Primary biliary cirrhosis (PBC)
Ongoing autoimmune damage to the intralobular bile ducts causing liver failure.
5 per 100 000 population per annum.
20–80 years, mean age 50 years.
>90% female
Associated with other autoimmune disorders and also HLA-DR8 haplotype. Antibodies to mitochondria are present; however, their exact role in pathogenesis is unclear as titres do not correlate with disease.
Environmental triggers suggested include enterobacteria such as E. coli.
Chronic inflammation of the small intrahepatic bile ducts leads to cholestasis and destruction of bile ducts.
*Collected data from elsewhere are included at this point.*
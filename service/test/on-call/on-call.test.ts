import request from 'supertest';
import { Like } from 'typeorm';
import { afterAll, beforeAll, beforeEach, describe, expect, it, vi } from 'vitest';
import { Alert, AlertEvent } from '../../src/alerts/alert.entity.js';
import { AlertWatch } from '../../src/alerts/alert-watch.service.js';
import { EscalationService } from '../../src/alerts/escalation.service.js';
import { Axis } from '../../src/fleet/axis.entity.js';
import { DigestService } from '../../src/on-call/digest.service.js';
import { AcknowledgeLink } from '../../src/notifications/acknowledge-link.entity.js';
import { Mail } from '../../src/notifications/mail.entity.js';
import { UserRole } from '../../src/people/user-role.entity.js';
import { User } from '../../src/people/user.entity.js';
import { RotaService } from '../../src/rota/rota.service.js';
import { startService, type Service } from '../support/start-service.js';

let service: Service;
let axis: Axis;
let person: User;
const alerts = () => service.dataSource.getRepository(Alert);

beforeAll(async () => {
  service = await startService();
  // The alerts here are put into the table: no beat may judge them by samples that there are none of.
  service.app.get(AlertWatch).lookAtAll = () => Promise.resolve();
  axis = await service.dataSource.getRepository(Axis).findOneByOrFail({ siteId: service.siteIds[0] });
});
afterAll(() => service.close());
beforeEach(async () => {
  for (const table of ['alert_event', 'alert', 'mail_outbox', 'acknowledge_link'])
    await service.dataSource.query(`DELETE FROM "${table}"`);
  // Each test has a person of its own on call: one who leaves is gone for good.
  person = await service.addPerson(`watch ${Math.random().toString(36).slice(2)}`.replace(' ', '-'), [
    { siteId: axis.siteId, role: 'technician' },
  ]);
  vi.spyOn(service.app.get(RotaService), 'onCall').mockResolvedValue({
    userId: person.id,
    name: person.name,
    email: person.email,
    until: new Date(Date.now() + 3_600_000),
  });
});

/** An alert that is due to be told, and what the mail about it says. */
async function toldAlert(): Promise<{ alert: Alert; mail: Mail; path: string }> {
  const alert = await alerts().save(
    alerts().create({
      siteId: axis.siteId,
      axisId: axis.id,
      rule: 'following-error',
      priority: 'high',
      state: 'unacknowledged',
      raisedAt: new Date(Date.now() - 60_000),
      acknowledgedAt: null,
      acknowledgedBy: null,
      returnedAt: null,
      value: 2,
      threshold: 1,
      message: 'It lags by 2 mm.',
      action: 'Look at it.',
      nextStepAt: new Date(Date.now() - 1_000),
    }),
  );
  await service.app.get(EscalationService).tellDue();
  const mail = await service.dataSource.getRepository(Mail).findOneByOrFail({ alertId: alert.id });
  const url = /http:\/\/polewright\.test\/acknowledge\/(\S+)/.exec(mail.text)!;
  return { alert, mail, path: `/api/v1/acknowledge/${url[1]}` };
}
const get = (path: string) => request(service.app.getHttpServer()).get(path);
const post = (path: string) => request(service.app.getHttpServer()).post(path);

describe('the link in an alert’s mail', () => {
  it('shows the alert and changes nothing, however often it is opened; then acknowledges once', async () => {
    const { alert, mail, path } = await toldAlert();
    expect(mail).toMatchObject({ to: person.email, siteId: axis.siteId });
    expect(mail.html).toContain('Acknowledge …');
    expect(mail.picture).toMatch(/^<svg .*<\/svg>$/);
    expect(mail.pictureText).toContain(`${axis.tag}: gain`);
    for (let i = 0; i < 3; i++) {
      const { body } = await get(path).expect(200);
      expect(body).toMatchObject({
        state: 'open',
        alertId: alert.id,
        person: person.name,
        axisTag: axis.tag,
        message: 'It lags by 2 mm.',
        acknowledgedBy: null,
      });
    }
    expect((await alerts().findOneByOrFail({ id: alert.id })).state).toBe('unacknowledged');
    const { body } = await post(path).expect(200);
    expect(body).toMatchObject({ state: 'used', acknowledgedBy: person.name });
    expect(await alerts().findOneByOrFail({ id: alert.id })).toMatchObject({
      state: 'acknowledged',
      acknowledgedBy: person.name,
      nextStepAt: null,
    });
    const events = await service.dataSource.getRepository(AlertEvent).findBy({ alertId: alert.id });
    expect(events.map(({ by, action }) => `${by} ${action}`)).toContain(`${person.name} acknowledged`);
    const second = await post(path).expect(410);
    expect(second.body.detail).toBe('This link was used already');
    expect((await get(path)).body).toMatchObject({ state: 'used', acknowledgedBy: person.name });
  });

  it('pressed twice at once acknowledges once', async () => {
    const { alert, path } = await toldAlert();
    const answers = await Promise.all([post(path), post(path), post(path)]);
    expect(answers.map(({ status }) => status).sort()[0]).toBe(200);
    expect(answers.filter(({ status }) => status === 200)).toHaveLength(1);
    const events = await service.dataSource
      .getRepository(AlertEvent)
      .findBy({ alertId: alert.id, action: 'acknowledged' });
    expect(events).toHaveLength(1);
  });

  it('expires, is for its alert alone, and cannot be made up', async () => {
    const { path } = await toldAlert();
    await service.dataSource
      .getRepository(AcknowledgeLink)
      .update({ userId: person.id }, { expiresAt: new Date(Date.now() - 1) });
    expect((await get(path)).body.state).toBe('expired');
    await post(path).expect(410);
    const [id, end, signature] = path.split('/').at(-1)!.split('.') as [string, string, string];
    const made = [
      `${id}1.${end}.${signature}`,
      `${id}.${end}1.${signature}`,
      `${id}.${end}.${signature.slice(0, -1)}A`,
      `${id}.${end}.`,
      'x',
      'a..b',
    ].filter((token) => token !== `${id}.${end}.${signature}`);
    for (const token of made) {
      await get(`/api/v1/acknowledge/${token}`).expect(404);
      await post(`/api/v1/acknowledge/${token}`).expect(404);
    }
  });

  it('is over when somebody else was first, or the alert has gone and come back', async () => {
    const { alert, path } = await toldAlert();
    await alerts().update(alert.id, { raisedAt: new Date() });
    expect((await get(path)).body.state).toBe('over');
    await post(path).expect(409);
    await alerts().update(alert.id, { raisedAt: alert.raisedAt });
    await (
      await service.as('technician')
    )
      .post(`/api/v1/alerts/${alert.id}/acknowledge`)
      .send({})
      .expect(200);
    expect((await get(path)).body).toMatchObject({ state: 'over', acknowledgedBy: 'Tomas Birkwell' });
    await post(path).expect(409);
  });

  it('is worth nothing to who has left, or may no longer acknowledge there', async () => {
    const { alert, path } = await toldAlert();
    await service.dataSource.getRepository(UserRole).update({ userId: person.id }, { role: 'viewer' });
    await post(path).expect(403);
    await service.dataSource.getRepository(User).update(person.id, { disabled: true });
    await post(path).expect(403);
    expect((await alerts().findOneByOrFail({ id: alert.id })).state).toBe('unacknowledged');
    // Refused, it is not used up.
    await service.dataSource.getRepository(User).update(person.id, { disabled: false });
    await service.dataSource.getRepository(UserRole).update({ userId: person.id }, { role: 'technician' });
    await post(path).expect(200);
  });
});

describe('the hand-over sheet', () => {
  it('has what stands, what changed and what was noted in the shift, for the people of the site', async () => {
    vi.restoreAllMocks();
    const { alert } = await toldAlert();
    const technician = await service.as('technician');
    const { id: _, ...rest } = alert;
    const over = await alerts().save(
      alerts().create({ ...rest, rule: 'output-activity', state: 'normal', nextStepAt: null }),
    );
    await technician
      .post(`/api/v1/axes/${axis.id}/maintenance`)
      .send({ on: true, reason: 'Grease' })
      .expect(200);
    await technician.post(`/api/v1/rota/${axis.siteId}/notes`).send({ text: 'Quiet night.' }).expect(201);
    const { body } = await technician.get(`/api/v1/on-call/hand-over/${axis.siteId}`).expect(200);
    expect(body.open).toMatchObject([{ id: alert.id, axisTag: axis.tag, state: 'unacknowledged' }]);
    expect(body.over).toMatchObject([{ id: over.id }]);
    expect(body.notes[0]).toMatchObject({ text: 'Quiet night.', by: 'Tomas Birkwell' });
    expect(body.changes).toContainEqual(
      expect.objectContaining({ by: 'Tomas Birkwell', subject: `axis ${axis.tag}`, note: 'Grease' }),
    );
    // As the rota has it: the begin of the shift, and who comes next.
    const rota = (await technician.get(`/api/v1/rota?siteId=${axis.siteId}`)).body;
    expect(body.from).toBe(rota.shifts[0].from);
    expect(body.onCall.userId).toBe(rota.shifts[0].userId);
    expect(body.next.userId).toBe(rota.shifts[1].userId);
    const soon = new Date(Date.now() - 1).toISOString();
    const later = await technician.get(`/api/v1/on-call/hand-over/${axis.siteId}?from=${soon}`).expect(200);
    expect(later.body).toMatchObject({ from: soon, notes: [], changes: [], over: [] });
    expect(later.body.open).toHaveLength(1);
    await technician.get(`/api/v1/on-call/hand-over/${axis.siteId}?from=2020-01-01T00:00:00Z`).expect(400);
    await technician.get('/api/v1/on-call/hand-over/999').expect(404);
  });
});

describe('the rates', () => {
  it('count what came, to whom, how often and how long it waited, beside the published figures', async () => {
    vi.restoreAllMocks();
    const { alert } = await toldAlert();
    await alerts().update(alert.id, { raisedAt: new Date(Date.now() - 30 * 3_600_000) });
    const events = service.dataSource.getRepository(AlertEvent);
    const at = (secondsAgo: number) => new Date(Date.now() - secondsAgo * 1000);
    // Twelve within a minute, each acknowledged 2 s later; one long ago, which nobody acknowledged.
    for (let i = 0; i < 12; i++)
      await events.save([
        { alertId: alert.id, by: 'service', action: 'raised', note: null, at: at(600 - 5 * i) },
        { alertId: alert.id, by: 'Wren', action: 'acknowledged', note: null, at: at(598 - 5 * i) },
      ]);
    await events.save({ alertId: alert.id, by: 'service', action: 'raised', note: null, at: at(86_400 * 3) });
    await events.save({ alertId: alert.id, by: 'service', action: 'raised', note: null, at: at(86_400 * 8) });
    const viewer = await service.as('viewer');
    const { body } = await viewer.get(`/api/v1/on-call/rates?siteId=${axis.siteId}&days=7`).expect(200);
    expect(body.alerts).toBe(13);
    expect(body.perDay).toBeCloseTo(13 / 7, 9);
    expect(body.days.reduce((sum: number, { alerts }: { alerts: number }) => sum + alerts, 0)).toBe(13);
    expect(body.floods).toMatchObject([{ alerts: 12 }]);
    expect(body.floodPct).toBeCloseTo((100 * 55) / (7 * 86_400), 2);
    expect(body.frequent).toEqual([
      expect.objectContaining({ axisTag: axis.tag, alerts: 13, sharePct: 100, chattering: true }),
    ]);
    expect(body.chattering).toHaveLength(1);
    expect(body.standing).toMatchObject([{ alertId: alert.id, state: 'unacknowledged' }]);
    expect(body.acknowledging[0]).toMatchObject({ priority: 'high', alerts: 13, unanswered: 1 });
    expect(body.acknowledging[0].medianSeconds).toBeCloseTo(2, 1);
    expect(body.people.reduce((sum: number, person: { alerts: number }) => sum + person.alerts, 0)).toBe(13);
    expect(
      body.people.reduce((sum: number, person: { hoursOnCall: number }) => sum + person.hoursOnCall, 0),
    ).toBeCloseTo(7 * 24, 3);
    expect(body.people[0]).toMatchObject({ load: 'acceptable' });
    expect(body.published).toMatchObject({ acceptablePerDay: 150, manageablePerDay: 300, floodAlerts: 10 });
    await viewer.get(`/api/v1/on-call/rates?siteId=${axis.siteId}&days=0`).expect(400);
    await viewer.get('/api/v1/on-call/rates?siteId=999').expect(404);
  });
});

describe('the morning’s digest', () => {
  it('goes once to the engineers of a site at seven on its clock, and to nobody who switched it off', async () => {
    vi.restoreAllMocks();
    await toldAlert();
    const digest = service.app.get(DigestService);
    const mails = () =>
      service.dataSource
        .getRepository(Mail)
        .find({ where: { key: Like(`digest ${axis.siteId} %`) }, order: { to: 'ASC' } });
    // A day on which the site is not new: London is an hour before UTC's eight in summer.
    const day = '2031-07-01T';
    await digest.sendDue(new Date(`${day}05:59:00Z`));
    expect(await mails()).toEqual([]);
    const users = service.dataSource.getRepository(User);
    await users.update({ email: 'saskia.thornby@tarnwick.example' }, { dailyDigest: false });
    await digest.sendDue(new Date(`${day}06:00:30Z`));
    await digest.sendDue(new Date(`${day}06:01:30Z`));
    const sent = await mails();
    expect(sent.map(({ to }) => to)).toEqual(['approver@tarnwick.example', 'engineer@tarnwick.example']);
    expect(sent[0]!.text).toContain('Alerts: 1 open');
    expect(sent[0]!.text).toContain(`${axis.tag}: following error beyond tolerance, unacknowledged`);
    await digest.sendDue(new Date('2031-07-02T12:00:00Z'));
    expect(await mails()).toHaveLength(2);
  });
});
This leads on to portal tract fibrosis and cirrhosis. Duct epithelium in the pancreas, salivary and lacrimal glands are also affected.
Up to half of patients are asymptomatic at diagnosis. Patients may complain of fatigue and pruritus, followed some months later by jaundice. Any sign of liver disease may be present, such as clubbing, hepatomegaly, spider naevi, xanthomata. Asymptomatic patients are discovered through abnormal biochemical findings or during investigation of another autoimmune disorder such as thyroiditis.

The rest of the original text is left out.